- [Provided records]

func (c *checker) parse(what, s string) (poly.RatFunc, bool) {
	f, err := poly.Parse(c.r, s)
	if err != nil {
		c.add(what, false, "cannot read %q: %v", s, err)
		return poly.RatFunc{}, false
	}
	return f, true
}

func (c *checker) run() {
	d := c.doc
	if !c.add("format", d.Format == Format, "format %q", d.Format) {
		return
	}
	m, err := model.Parse("certificate model", []byte(d.Model))
	if !c.add("model", err == nil, "the model text parses%s", errSuffix(err)) {
		return
	}
	c.m, c.r, c.box = m, m.Ring, m.Box()
	if !c.system() {
		return
	}
	if d.Linearization != nil {
		c.linearization()
		return
	}
	err = m.CheckEquilibrium()
	if !c.add("equilibrium", err == nil, "f vanishes at the stated equilibrium for every parameter value%s", errSuffix(err)) {
		return
	}
	if !c.add("V", m.V != nil, "the model states the candidate V") {
		return
	}
	v, ok := c.parse("V", d.V)
	if !ok || !c.add("V", v.Equal(*m.V), "V equals the model's candidate") {
		return
	}
	vdot := m.Derivative(v)
	claimed, ok := c.parse("vdot", d.Vdot)
	what := "V̇ = Σ ∂V/∂xᵢ·fᵢ"
	if m.Discrete {
		what = "ΔV = V(f(x)) − V(x)"
	}
	if !ok || !c.add("vdot", claimed.Equal(vdot), "the claimed %s equals the recomputed one", what) {
		return
	}
	if len(d.Forms) == 0 {
		// Without forms the document can only refute, or claim nothing.
		bare := d.Claim == ClaimNone && len(d.Conditions) == 0 && d.Region == nil && len(d.Witnesses) == 0 && len(d.Kernel) == 0
		switch {
		case !c.add("verdict", bare && (d.Verdict == VerdictFails || d.Verdict == VerdictUndecided),
			"a certificate without quadratic forms claims nothing beyond a refutation"):
			return
		case !c.add("verdict", d.Verdict != VerdictFails || d.Refutation != nil, "a failing verdict comes with a refutation"):
			return
		}
		if d.Refutation != nil && !c.refutation(v, vdot) {
			return
		}
		digest, err := d.ComputeDigest()
		c.add("digest", err == nil && digest == d.Digest, "the SHA-256 digest of the canonical serialization matches")
		return
	}
	vs, ds := m.Shift(v), m.Shift(vdot)
	states := c.r.StateMask()
	low := func(f poly.RatFunc) bool {
		return f.Homogeneous(0, states).IsZero() && f.Homogeneous(1, states).IsZero()
	}
	if !c.add("vanishing", low(vs) && low(ds), "V and its derivative have no constant or linear part at the equilibrium") {
		return
	}
	n := len(m.States)
	vq, dq := vs.Homogeneous(2, states), ds.Homogeneous(2, states)
	higherV := !vs.Sub(vq).IsZero()
	higherD := !ds.Sub(dq).IsZero()
	grams := []poly.Matrix{poly.GramMatrix(vq, n), poly.GramMatrix(dq.Neg(), n)}
	wholes := []poly.RatFunc{vs, ds.Neg()}
	names := []string{"V", "-Vdot"}
	if !c.add("forms", len(d.Forms) == 2, "two quadratic forms, V and -Vdot") {
		return
	}
	for i, f := range d.Forms {
		g := grams[i]
		if len(f.Basis) > 0 {
			var ok bool
			if g, ok = c.basisGram(names[i], f, wholes[i]); !ok {
				return
			}
		}
		cf, ok := c.form(names[i], f, g)
		cf.basis = len(f.Basis) > 0
		if !ok {
			return
		}
		c.forms = append(c.forms, cf)
	}
	if !c.claim(higherV, higherD) {
		return
	}
	if !c.conditions() {
		return
	}
	if !c.verdict() {
		return
	}
	if d.Refutation != nil && !c.refutation(v, vdot) {
		return
	}
	digest, err := d.ComputeDigest()
	c.add("digest", err == nil && digest == d.Digest, "the SHA-256 digest of the canonical serialization matches")
}

func errSuffix(err error) string {
	if err == nil {
		return ""
	}
	return ": " + strings.ReplaceAll(err.Error(), "\n", "; ")
}

// system compares the certificate's restatement of the model with the model.
func (c *checker) system() bool {
	s, m := c.doc.System, c.m
	time := "continuous"
	if m.Discrete {
		time = "discrete"
	}
	if !c.add("system", s.Time == time, "time %q", s.Time) {
		return false
	}
	if !c.add("system", slices.Equal(s.States, m.States), "states %v", s.States) {
		return false
	}
	ok := len(s.Params) == len(m.Params)
	for i := 0; ok && i < len(s.Params); i++ {
		p := m.Params[i]
		ok = s.Params[i].Name == p.Name && s.Params[i].Range == model.RangeText(p)
	}
	if !c.add("system", ok, "parameters and assumptions as in the model") {
		return false
	}
	if !c.add("system", len(s.Equations) == len(m.F) && len(s.Equilibrium) == len(m.At), "one equation and one equilibrium coordinate per state") {
		return false
	}
	for i := range m.F {
		f, ok := c.parse("system", s.Equations[i])
		if !ok || !c.add("system", f.Equal(m.F[i]), "equation of %s as in the model", m.States[i]) {
			return false
		}
		if lz := c.doc.Linearization; lz != nil && len(lz.Box) > 0 {
			continue // a box restates the equilibrium; linearization checks it
		}
		a, ok := c.parse("system", s.Equilibrium[i])
		if !ok || !c.add("system", a.Equal(m.At[i]), "equilibrium coordinate %s as in the model", m.States[i]) {
			return false
		}
	}
	return true
}

// form checks G = L·D·Lᵀ and the minors of one form.
func (c *checker) form(name string, f Form, g poly.Matrix) (checkedForm, bool) {
	n := len(g)
	cf := checkedForm{g: g}
	if !c.add("form "+name, f.Name == name, "form named %q", f.Name) {
		return cf, false
	}
	mat := func(rows [][]string, what string) (poly.Matrix, bool) {
		if len(rows) != n {
			c.add("form "+name, false, "%s has %d rows, want %d", what, len(rows), n)
			return nil, false
		}
		out := poly.NewMatrix(c.r, n)
		for i := range rows {
			if len(rows[i]) != n {
				c.add("form "+name, false, "%s row %d has %d entries, want %d", what, i+1, len(rows[i]), n)
				return nil, false
			}
			for j := range rows[i] {
				e, ok := c.parse("form "+name, rows[i][j])
				if !ok {
					return nil, false
				}
				out[i][j] = e
			}
		}
		return out, true
	}
	claimedG, ok := mat(f.Gram, "the Gram matrix")
	if !ok || !c.add("gram "+name, claimedG.Equal(g), "the Gram matrix equals the one recomputed from the model") {
		return cf, false
	}
	l, ok := mat(f.L, "L")
	if !ok || !c.add("ldl "+name, len(f.D) == n, "%d pivots", len(f.D)) {
		return cf, false
	}
	cf.l = l
	dm := poly.NewMatrix(c.r, n)
	cf.zero = make([]bool, n)
	for i := range f.D {
		p, ok := c.parse("ldl "+name, f.D[i])
		if !ok {
			return cf, false
		}
		cf.d = append(cf.d, p)
		dm[i][i] = p
		cf.zero[i] = p.IsZero()
	}
	one := poly.RatConst(c.r, big.NewRat(1, 1))
	for i := 0; i < n; i++ {
		for j := i; j < n; j++ {
			want := poly.FromPoly(poly.Zero(c.r))
			if i == j {
				want = one
			}
			if !c.add("ldl "+name, l[i][j].Equal(want), "L is unit lower triangular (entry %d,%d)", i+1, j+1) {
				return cf, false
			}
		}
		if cf.zero[i] {
			cf.semidef = true
			for k := i + 1; k < n; k++ {
				if !c.add("ldl "+name, l[k][i].IsZero(), "a zero pivot has a zero column of L below it (column %d)", i+1) {
					return cf, false
				}
			}
		}
	}
	prod := l.Mul(dm).Mul(l.Transpose())
	if !c.add("ldl "+name, prod.Equal(g), "L·D·Lᵀ reproduces the Gram matrix exactly") {
		return cf, false
	}
	// Minors: of G itself (no zero pivot), or of its principal submatrix on
	// the positive pivots (semidefinite).
	p := one
	var want []poly.RatFunc
	for i := 0; i < n; i++ {
		if cf.zero[i] {
			continue
		}
		p = p.Mul(cf.d[i])
		want = append(want, p)
	}
	cf.nonzero = len(want)
	if !c.add("minors "+name, len(f.Minors) == len(want), "%d minors, one per non-zero pivot", len(f.Minors)) {
		return cf, false
	}
	for i, s := range f.Minors {
		mi, ok := c.parse("minors "+name, s)
		if !ok || !c.add("minors "+name, mi.Equal(want[i]), "minor %d equals the product of the first pivots", i+1) {
			return cf, false
		}
		if !c.add("minors "+name, c.denominatorsNonzero(mi), "the denominator of minor %d is non-zero on the parameter box", i+1) {
			return cf, false
		}
		cf.minors = append(cf.minors, mi)
	}
	if cf.semidef {
		for i := range cf.d {
			for j := 0; j < n; j++ {
				if !c.add("ldl "+name, c.denominatorsNonzero(cf.d[i]) && c.denominatorsNonzero(l[j][i]), "semidefinite factors are defined on the whole parameter box") {
					return cf, false
				}
			}
		}
	}
	return cf, true
}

- [Required work] Your answer should be one number: the count of lines in the data above that include the word "certificate".

- [Written response] 3